Planar and Hamiltonian Cover Graphs
- Series
- Dissertation Defense
- Time
- Friday, November 18, 2011 - 13:00 for 2 hours
- Location
- Skiles 005
- Speaker
- Noah Streib – School of Mathematics, Georgia Tech
This dissertation has two principal components: the dimension of
posets with planar cover graphs, and the cartesian product of posets
whose cover graphs have hamiltonian cycles that parse into symmetric
chains. Posets of height two can have arbitrarily large dimension.
In 1981, Kelly provided an infinite sequence of planar posets that
shows that the dimension of planar posets can also be arbitrarily
large. However, the height of the posets in this sequence increases
with the dimension. In 2009, Felsner, Li, and Trotter conjectured
that for each integer h \geq 2, there exists a least positive
integer c_h so that if P is a poset having a planar cover graph
(hence P is a planar poset as well) and the height of P is h,
then the dimension of P is at most c_h. In the first principal
component of this dissertation we prove this conjecture. We also give
the best known lower bound for c_h, noting that this lower bound is
far from the upper bound. In the second principal component, we
consider posets with the Hamiltonian Cycle--Symmetric Chain Partition
(HC-SCP) property. A poset of width w has this property if its cover
graph has a Hamiltonian cycle which parses into w symmetric chains.

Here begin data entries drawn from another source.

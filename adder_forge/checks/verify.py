"""`verify`: every check that an adder adds, run over one or several designs."""

from __future__ import annotations

import contextlib
import tempfile
import time
from dataclasses import dataclass
from pathlib import Path
from typing import Callable

from ..emit.design import Design
from .builtin import check as builtin_check
from ..base.errors import ToolError
from ..base.progress import Progress, as_progress
from ..spec.loader import Spec
from ..emit.vectors import Plan, make_plan, space_bits

BUILTIN_EXHAUSTIVE_LIMIT = 1 << 25  # every input by default up to here: a 12-bit adder with carry-in
FORCED_EXHAUSTIVE_LIMIT = 1 << 33  # `verify --exhaustive`: up to a 16-bit adder with carry-in
CHECKERS = ("builtin", "icarus", "verilator", "cocotb-icarus", "cocotb-verilator", "formal")


@dataclass(frozen=True)
class Outcome:
    name: str
    checker: str
    ok: bool
    vectors: int
    failed: int
    detail: str  # what was checked, or the first failing vector
    seconds: float = 0.0


@dataclass(frozen=True)
class Stopped:
    """A check that could not run (a tool missing or failing): no verdict on the adder."""

    name: str  # the spec, or every spec of a shared simulator build, comma-separated
    checker: str
    error: ToolError


@dataclass(frozen=True)
class Verdicts:
    """What `verify` found: every finished check, and the one that stopped it, if any."""

    outcomes: list[Outcome]
    stopped: Stopped | None = None


def builtin_plan(spec: Spec, random_count: int, seed: int, exhaustive: bool = False) -> Plan:
    """The built-in check's vectors: every input up to ``BUILTIN_EXHAUSTIVE_LIMIT``, else directed and
    random ones; with ``exhaustive``, every input up to ``FORCED_EXHAUSTIVE_LIMIT`` or a SpecError."""
    if exhaustive:
        bits = space_bits(spec.width, spec.carry_in)
        if 1 << bits > FORCED_EXHAUSTIVE_LIMIT:
            ports = "with carry-in" if spec.carry_in else "without carry-in"
            raise spec.error("width", f"--exhaustive: a {spec.width}-bit adder {ports} has 2^{bits} input "
                                      f"vectors; the limit is 2^33 (a 16-bit adder with carry-in)")
        return make_plan(spec.width, spec.carry_in, FORCED_EXHAUSTIVE_LIMIT, random_count, seed)
    return make_plan(spec.width, spec.carry_in, BUILTIN_EXHAUSTIVE_LIMIT, random_count, seed)


def verify(designs: list[Design], sims: list[str], formal: bool, random_count: int, seed: int,
           workdir: Path | None = None, progress: Progress | Callable[[str], None] | None = None,
           exhaustive: bool = False) -> Verdicts:
    """Run the checks in a fixed order; the first tool failure ends the run, keeping what finished."""
    out: list[Outcome] = []
    try:
        _run(designs, sims, formal, random_count, seed, workdir, as_progress(progress), out, exhaustive)
    except _Stop as stop:
        return Verdicts(out, stop.stopped)
    return Verdicts(out)


class _Stop(Exception):
    def __init__(self, stopped: Stopped):
        super().__init__(stopped.checker)
        self.stopped = stopped


@contextlib.contextmanager
def _checking(name: str, checker: str):
    try:
        yield
    except ToolError as exc:
        raise _Stop(Stopped(name, checker, exc)) from None


def _run(designs: list[Design], sims: list[str], formal: bool, random_count: int, seed: int,
         workdir: Path | None, progress: Progress, out: list[Outcome], exhaustive: bool) -> None:
    say = progress
    plans = {d.spec.name: d.plan for d in designs}
    for d in designs:
        t = time.monotonic()
        r = builtin_check(d.net, builtin_plan(d.spec, random_count, seed, exhaustive), progress=progress,
                          label=f"builtin: {d.spec.name}")
        detail = r.detail if r.ok else f"first failing vector: {r.first.describe(d.spec.width)}"
        out.append(Outcome(d.spec.name, "builtin", r.ok, r.vectors, r.failed, detail, time.monotonic() - t))
    with tempfile.TemporaryDirectory(prefix="adder_forge_verify_") as tmp:
        base = Path(workdir) if workdir else Path(tmp)
        for sim in ("icarus", "verilator"):
            if sim in sims:
                from .simulators import simulate

                say(f"{sim}: building and running {len(designs)} testbench(es)")
                t = time.monotonic()
                with _checking(", ".join(d.spec.name for d in designs), sim):
                    done = simulate(designs, sim, base / sim)
                for o in done:
                    detail = plans[o.name] if o.ok else (
                        f"first failing vector: {o.first}" if o.first else f"no result (exit {o.exit_status}): {o.log}")
                    out.append(Outcome(o.name, sim, o.ok, o.passed + o.failed, o.failed, detail, time.monotonic() - t))
        for sim in ("icarus", "verilator"):
            if f"cocotb-{sim}" in sims:
                from .cocotb_check import run_cocotb

                for d in designs:
                    say(f"cocotb-{sim}: {d.spec.name}")
                    t = time.monotonic()
                    with _checking(d.spec.name, f"cocotb-{sim}"):
                        o = run_cocotb(d, sim, base / f"cocotb-{sim}" / d.spec.name,
                                       random_count=min(random_count, 1000), seed=seed)
                    detail = "cocotb test passed" if o.ok else (
                        f"first failing vector: {o.first}" if o.first else f"no result (exit {o.exit_status}): {o.log}")
                    out.append(Outcome(d.spec.name, f"cocotb-{sim}", o.ok, o.passed + o.failed, o.failed, detail,
                                       time.monotonic() - t))
        if formal:
            from .formal import prove

            for d in designs:
                say(f"formal: {d.spec.name}")
                with _checking(d.spec.name, "formal"):
                    p = prove(d.net, d.verilog)
                detail = p.describe(d.spec.width)  # says what was proved for this adder's ports
                out.append(Outcome(d.spec.name, "formal", p.ok, 0, 0 if p.ok else 1, detail, p.seconds))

This definition is motivated by a proof of Sperner's Theorem that uses
symmetric chains, and was intended as a possible method of attack on
the Middle Two Levels Conjecture. We show that the subset lattices
have the HC-SCP property by showing that the class of posets with the
strong HC-SCP property, a slight strengthening of the HC-SCP property,
is closed under cartesian product with a two-element chain.
Furthermore, we show that the cartesian product of any two posets from
this class has the HC-SCP property.